**ENTRIES PROVIDED:**
====================

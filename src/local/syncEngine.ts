import type { ChangeDto, MutationResult, PullResponse, PushRequest, PushResponse } from '../contract/sync';
import type { LocalDb, OutboxRow } from './db';
import { clientIdFor, toMutation } from './outbox';
import type { DeviceKeyRequest } from '../contract/deviceKeys';
import { ensureDeviceKeyRegistered, type KeyRegistration } from './deviceKey';
import { pullCursorKey } from './personMeta';

/** How the engine reaches the server; the app uses HTTP, tests can wire the app directly. */
export type SyncTransport = {
  push: (body: PushRequest) => Promise<PushResponse>;
  pull: (cursor: number) => Promise<PullResponse>;
  /** Registers this phone's public key for its client id (see deviceKey.ts); optional for tests. */
  registerKey?: (body: DeviceKeyRequest) => Promise<KeyRegistration>;
};

export type SyncReport = { pushed: number; applied: number; rejected: number; pulled: number };

const PUSH_BATCH = 200;

/**
 * One round of sync for the signed-in person: push waiting changes in order, then pull what
 * changed on the server. Each push carries the pull cursor, and the server answers it with what
 * this phone has not seen (one round trip); a separate pull is sent only when nothing was
 * pushed, more is waiting than one answer holds, or the server did not answer with a pull (an
 * older server, a batch split in halves). Outbox outcomes and pulled records are stored in one
 * transaction, so a crash between push and pull only means the next round asks again (the
 * server answers duplicates without applying them twice).
 */
export async function syncOnce(db: LocalDb, userId: number, transport: SyncTransport): Promise<SyncReport> {
  const clientId = await clientIdFor(db, userId);
  // Never blocks the changes: a registration that failed is tried again next round (a signed-out
  // phone hears of it from the push just after).
  if (transport.registerKey)
    await ensureDeviceKeyRegistered(db, clientId, transport.registerKey).catch(() => undefined);
  // Loaded with the first sync, not with the pad: a writer's first paint does not wait for them.
  const [{ applyPulledPractice, sendOlderPractice }, { storePulled }] = await Promise.all([
    import('./practiceSync'),
    import('./storePulled'),
  ]);
  await sendOlderPractice(db, userId, clientId);
  const outcomes = new Map<number, MutationResult>();
  let pushed = 0;
  const changes: ChangeDto[] = [];
  const storedCursor = async () =>
    ((await db.meta.get(pullCursorKey(userId)))?.value as number | undefined) ?? 0;
  const from = await storedCursor();
  let cursor = from;
  /** Whether the last answer's pull left nothing waiting (so no separate pull is needed). */
  let pulledAll = false;

  for (;;) {
    const waiting = await db.outbox.where('[clientId+status]').equals([clientId, 'pending']).sortBy('seq');
    const batch = waiting.filter((r) => !outcomes.has(r.seq)).slice(0, PUSH_BATCH);
    if (batch.length === 0) break;
    const response = await pushSplitting(transport, clientId, batch, cursor);
    pushed += batch.length;
    response.results.forEach((r) => outcomes.set(r.seq, r));
    pulledAll = false;
    if (response.pull) {
      changes.push(...response.pull.changes);
      cursor = response.pull.cursor;
      pulledAll = !response.pull.hasMore;
    }
    if (response.expectedSeq !== undefined) {
      // The server misses earlier changes (restored from a backup, say): send them again.
      await resendFrom(db, clientId, response.expectedSeq, transport, outcomes);
      pulledAll = false;
    }
    if (response.results.length < batch.length && response.expectedSeq === undefined) break;
  }

  while (!pulledAll) {
    const page = await transport.pull(cursor);
    changes.push(...page.changes);
    cursor = page.cursor;
    pulledAll = !page.hasMore;
  }

  let applied = 0;
  let rejected = 0;
  // Bulk reads and writes: the pad's next tap waits for this transaction, so it must be short.
  await db.transaction(
    'rw',
    [
      db.outbox,
      db.cardRecords,
      db.settlements,
      db.rulings,
      db.endSignatures,
      db.cardSignatures,
      db.meta,
      db.practiceSessions,
      db.practiceEnds,
    ],
    async () => {
      const seqs = [...outcomes.keys()];
      const rows = await db.outbox.bulkGet(seqs.map((seq): [string, number] => [clientId, seq]));
      const answered = rows.flatMap((row): OutboxRow[] => {
        const result = row?.status === 'pending' ? outcomes.get(row.seq) : undefined;
        if (!row || !result) return [];
        if (result.status === 'rejected') {
          rejected += 1;
          return [{ ...row, status: 'rejected' as const, reason: result.reason }];
        }
        if (result.status === 'held') return [{ ...row, status: 'held' as const, reason: result.reason }];
        applied += 1;
        return [{ ...row, status: 'applied' as const }];
      });
      await db.outbox.bulkPut(answered);
      await storePulled(db, changes);
      await applyPulledPractice(db, userId, changes);
      // A cursor set back during this round (the judge desk asks for every end again) stays for the next.
      if ((await storedCursor()) === from) await db.meta.put({ key: pullCursorKey(userId), value: cursor });
    },
  );
  return { pushed, applied, rejected, pulled: changes.length };
}

async function resendFrom(
  db: LocalDb,
  clientId: string,
  expectedSeq: number,
  transport: SyncTransport,
  outcomes: Map<number, MutationResult>,
): Promise<void> {
  const rows: OutboxRow[] = await db.outbox
    .where('[clientId+seq]')
    .between([clientId, expectedSeq], [clientId, Infinity])
    .toArray();
  for (let i = 0; i < rows.length; i += PUSH_BATCH) {
    const response = await pushSplitting(transport, clientId, rows.slice(i, i + PUSH_BATCH));
    response.results.forEach((r) => outcomes.set(r.seq, r));
    if (response.expectedSeq !== undefined)
      throw new Error('The server and this phone disagree on which changes it holds.');
  }
}

/** The server's answer to a push it found too large (413): it held nothing of it. */
const tooLarge = (error: unknown): boolean => (error as { status?: unknown } | null)?.status === 413;

/**
 * Pushes rows in order, asking for the pull from `cursor` when given; a batch the server finds
 * too large is sent again in halves without it (a batch of one that is still too large cannot be
 * helped by splitting, and its error is passed on).
 */
async function pushSplitting(
  transport: SyncTransport,
  clientId: string,
  rows: OutboxRow[],
  cursor?: number,
): Promise<PushResponse> {
  try {
    const mutations = rows.map(toMutation);
    return await transport.push(
      cursor === undefined ? { clientId, mutations } : { clientId, mutations, cursor },
    );
  } catch (error) {
    if (!tooLarge(error) || rows.length < 2) throw error;
  }
  const half = Math.ceil(rows.length / 2);
  const first = await pushSplitting(transport, clientId, rows.slice(0, half));
  if (first.expectedSeq !== undefined) return first;
  const second = await pushSplitting(transport, clientId, rows.slice(half));
  return { ...second, results: [...first.results, ...second.results] };
}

====================

**THE PROBLEM:**
Copy the records above exactly, beginning at the line that contains "const storedCursor = async () =>" and stopping after the line that contains "let cursor = from;".

**WRITTEN RESPONSE:**
  const storedCursor = async () =>
    ((await db.meta.get(pullCursorKey(userId)))?.value as number | undefined) ?? 0;
  const from = await storedCursor();
  let cursor = from;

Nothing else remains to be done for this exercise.